Глава 14
А ведь и двух месяцев с того дня не прошло, когда свершилось в Мамаевой Орде заурядное для жестокого века событие, как и отозвалось, и аукнулось оно, да не где-нибудь, а в тереме Великого Князя Владимирского.
Над Москвою, насквозь пронизанный жарким еще солнцем, истаивал Семен-летопроводец. И, унося в долгих клювах невозвратимые мгновения первого сентябрьского дня, плыли и плыли в звонкой, не по-осеннему еще выцветшей голубой вышине журавлиные клинья.
– Верная примета. Быть зиме ранней.
Дмитрий с легким вздохом оторвался от оконца, куда не вставили еще вынутую на лето слюду. На душе у князя было покойно и просветленно-грустно – как бывает лишь в этот прощальный лету день. А и еще одна причина была такому настроению, ибо попрощался седни со младенчеством средний княжич Василий. По обычаю свершили ему нынче постриги. Дмитрий улыбнулся в бороду, вспомнив потешно-серьезную рожицу своего любимца, когда всадил его, донельзя гордого, в седло.
Вот уж замирало, поди, сердце у тяжелой, по седьмому месяцу уже, Евдокии, когда взирала, опершись на перила гульбища, как и раз, и другой, и третий обвез княжича кругом двора смирный гнедой жеребец.
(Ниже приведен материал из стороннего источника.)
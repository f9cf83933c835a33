//! Where objects go: the layer image, or an open block aperture (`%AB`, spec 2024.05 §4.11.2)
//! or step-and-repeat (`%SR`, §4.11.1) being collected, nested in a stack.
//!
//! Every object created counts against `Limits::max_objects`, including copies made by
//! step-and-repeat and block flashes, so hostile nesting cannot blow up memory or time.

use super::aperture::Aperture;
use super::interpret::Interpreter;
use crate::diag::{InputError, Pos, Warning};
use crate::image::{ImageStats, Object, Point, Similarity};

#[derive(Debug)]
pub(super) enum FrameKind {
    Block {
        code: u32,
        pos: Pos,
    },
    StepRepeat {
        nx: u32,
        ny: u32,
        step: Point,
        pos: Pos,
    },
}

#[derive(Debug)]
pub(super) struct Frame {
    kind: FrameKind,
    objects: Vec<Object>,
}

/// The image plus the stack of open blocks and step-and-repeats.
#[derive(Debug, Default)]
pub(super) struct Sinks {
    image: Vec<Object>,
    stack: Vec<Frame>,
    total: usize,
    pub stats: ImageStats,
}

impl Sinks {
    pub fn new() -> Sinks {
        Sinks::default()
    }

    /// Objects created so far (all sinks, all copies).
    pub fn total_objects(&self) -> usize {
        self.total
    }

    fn block_depth(&self) -> usize {
        self.stack
            .iter()
            .filter(|f| matches!(f.kind, FrameKind::Block { .. }))
            .count()
    }

    fn target(&mut self) -> &mut Vec<Object> {
        match self.stack.last_mut() {
            Some(f) => &mut f.objects,
            None => &mut self.image,
        }
    }

    /// Counts `n` new objects against the limit.
    pub fn reserve(
        &mut self,
        n: usize,
        max: usize,
        file: &str,
        pos: Pos,
    ) -> Result<(), InputError> {
        self.total = self.total.saturating_add(n);
        if self.total > max {
            return Err(InputError::new(
                file,
                pos,
                format!(
                    "the image would have more than {max} objects (limit max_objects); step-and-repeat or block apertures multiply too much"
                ),
            ));
        }
        Ok(())
    }

    pub fn push(
        &mut self,
        obj: Object,
        max: usize,
        file: &str,
        pos: Pos,
    ) -> Result<(), InputError> {
        self.reserve(1, max, file, pos)?;
        self.target().push(obj);
        Ok(())
    }

    /// Adds already counted objects.
    fn extend(&mut self, objs: impl IntoIterator<Item = Object>) {
        self.target().extend(objs);
    }

    /// Closes what is still open at the end of the file.
    pub fn finish(
        &mut self,
        file: &str,
        pos: Pos,
        warnings: &mut Vec<Warning>,
    ) -> Result<(), InputError> {
        while let Some(top) = self.stack.last() {
            match top.kind {
                FrameKind::Block { code, pos: open } => {
                    return Err(InputError::new(
                        file,
                        open,
                        format!("block aperture D{code} opened here is never closed with %AB*%"),
                    ));
                }
                FrameKind::StepRepeat { pos: open, .. } => {
                    warnings.push(Warning::new(
                        file,
                        Some(open),
                        "the step-and-repeat opened here is not closed with %SR*%; closed at the end of the file",
                    ));
                    let frame = self.stack.pop().expect("checked");
                    self.replicate(frame);
                }
            }
        }
        let _ = pos;
        Ok(())
    }

    pub fn take_image(&mut self) -> Vec<Object> {
        std::mem::take(&mut self.image)
    }

    /// Places the copies of a closed step-and-repeat into the parent sink. Copies are made
    /// row by row (Y outer, X inner), each copy's objects in their original order, so clear
    /// objects of a later copy clear earlier copies (spec §4.11.1; the copy order is from
    /// memory).
    fn replicate(&mut self, frame: Frame) {
        let FrameKind::StepRepeat { nx, ny, step, .. } = frame.kind else {
            return;
        };
        let mut out = Vec::with_capacity(frame.objects.len() * (nx as usize) * (ny as usize));
        for iy in 0..ny {
            for ix in 0..nx {
                let t = Similarity::translate(step.x * ix as f64, step.y * iy as f64);
                if ix == 0 && iy == 0 {
                    out.extend(frame.objects.iter().cloned());
                } else {
                    out.extend(frame.objects.iter().map(|o| Object {
                        polarity: o.polarity,
                        shape: o.shape.transformed(&t),
                    }));
                }
            }
        }
        self.extend(out);
    }
}

impl Interpreter<'_> {
    pub(super) fn step_repeat_open(
        &mut self,
        pos: Pos,
        nx: u32,
        ny: u32,
        dx: f64,
        dy: f64,
    ) -> Result<(), InputError> {
        if matches!(
            self.sinks.stack.last(),
            Some(Frame {
                kind: FrameKind::StepRepeat { .. },
                ..
            })
        ) {
            self.warn(pos, "a new %SR opens before the previous one was closed with %SR*%; the previous one is closed here");
            self.step_repeat_close(pos)?;
        }
        if nx == 0 || ny == 0 {
            return Err(self.error(pos, "%SR repeat counts must be at least 1"));
        }
        let copies = nx as u64 * ny as u64;
        if copies > self.limits.max_step_repeat {
            return Err(self.error(
                pos,
                format!(
                    "%SR asks for {nx} × {ny} = {copies} copies, more than the limit of {} (max_step_repeat)",
                    self.limits.max_step_repeat
                ),
            ));
        }
        if self.region.is_some() {
            return Err(self.error(pos, "%SR inside a region (G36…G37) is not allowed"));
        }
        let k = self.unit_factor(pos)?;
        let v = self.image_transform.vector(dx, dy, false);
        let step = Point::new(v.x * k, v.y * k);
        self.sinks.stack.push(Frame {
            kind: FrameKind::StepRepeat { nx, ny, step, pos },
            objects: Vec::new(),
        });
        Ok(())
    }

    pub(super) fn step_repeat_close(&mut self, pos: Pos) -> Result<(), InputError> {
        match self.sinks.stack.last() {
            Some(Frame {
                kind: FrameKind::StepRepeat { nx, ny, .. },
                objects,
            }) => {
                let extra = objects
                    .len()
                    .saturating_mul((*nx as usize * *ny as usize).saturating_sub(1));
                self.sinks
                    .reserve(extra, self.limits.max_objects, self.file, pos)?;
                let frame = self.sinks.stack.pop().expect("checked");
                self.sinks.replicate(frame);
                Ok(())
            }
            _ => {
                self.warn(
                    pos,
                    "%SR*% closes a step-and-repeat that is not open; ignored",
                );
                Ok(())
            }
        }
    }

    pub(super) fn block_open(&mut self, pos: Pos, code: u32) -> Result<(), InputError> {
        if self.region.is_some() {
            return Err(self.error(pos, "%AB inside a region (G36…G37) is not allowed"));
        }
        if self.sinks.block_depth() >= self.limits.max_block_depth {
            return Err(self.error(
                pos,
                format!(
                    "block apertures are nested more than {} deep (limit max_block_depth)",
                    self.limits.max_block_depth
                ),
            ));
        }
        self.sinks.stack.push(Frame {
            kind: FrameKind::Block { code, pos },
            objects: Vec::new(),
        });
        Ok(())
    }

    pub(super) fn block_close(&mut self, pos: Pos) -> Result<(), InputError> {
        match self.sinks.stack.last() {
            Some(Frame {
                kind: FrameKind::Block { .. },
                ..
            }) => {}
            Some(Frame {
                kind: FrameKind::StepRepeat { .. },
                ..
            }) => {
                return Err(self.error(
                    pos,
                    "%AB*% closes a block while a step-and-repeat inside it is still open",
                ));
            }
            None => return Err(self.error(pos, "%AB*% without an open block aperture")),
        }
        if let Some(mut region) = self.region.take() {
            self.warn(
                pos,
                "a region is still open when the block aperture closes; it is closed",
            );
            self.close_contour(&mut region, pos)?;
        }
        let frame = self.sinks.stack.pop().expect("checked");
        let FrameKind::Block { code, .. } = frame.kind else {
            unreachable!()
        };
        // Block contents are relative to the file origin (§4.11.2); store them relative to
        // where the origin lands in millimetres.
        let k = self.unit_factor(pos).unwrap_or(1.0);
        let origin = self.to_mm(Point::new(0.0, 0.0), k);
        let objects = if origin == Point::new(0.0, 0.0) {
            frame.objects
        } else {
            let t = Similarity::translate(-origin.x, -origin.y);
            frame
                .objects
                .into_iter()
                .map(|o| Object {
                    polarity: o.polarity,
                    shape: o.shape.transformed(&t),
                })
                .collect()
        };
        self.insert_aperture(code, Aperture::Block { objects }, pos);
        Ok(())
    }
}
По-бабьему-то разумению подольше бы сыновей в несмышленышах числить, холить да нежить. Да ить недаром сложено: на Семена дитя постригай и на коня сажай. Расти, сын, и мужай скорее, ибо ратную грозу под подолом не пересидишь! А их, гроз этих, впереди – неисчислимо. Расти, Василий, чтобы сменить вовремя державного отца, разгоняющего покуда тяжкой десницей своею злую хмарь на небосклоне Отчизны.
От высоких мыслей этих господарских и начал Дмитрий разговор с братом Владимиром благодушным увещеванием:
– Дошло до меня, брате, что восхотел ты учинити в Орде расправу тайную над переметчиком Вельяминовым, да не створилось сие. Не попустил бог злодейству. Почто утаил от меня умысел сей?
Порывистый Владимир в ответ возвысил голос, порушив разом взятый Дмитрием мирный лад:
– Окстись, княже! Кого прижеливаешь! Вывертня клятого? А ведомо ли тебе, что не унимается сей злыдень окаянный, честь мою навозом ордынским пятнает?
– К чести твоей, брате, соринки никоторой покуда не налипло! А свершишь неправедное дело – то и будет проторя чести княжой! Была ить и не пораз уже говорка меж нами о лже вельяминовской!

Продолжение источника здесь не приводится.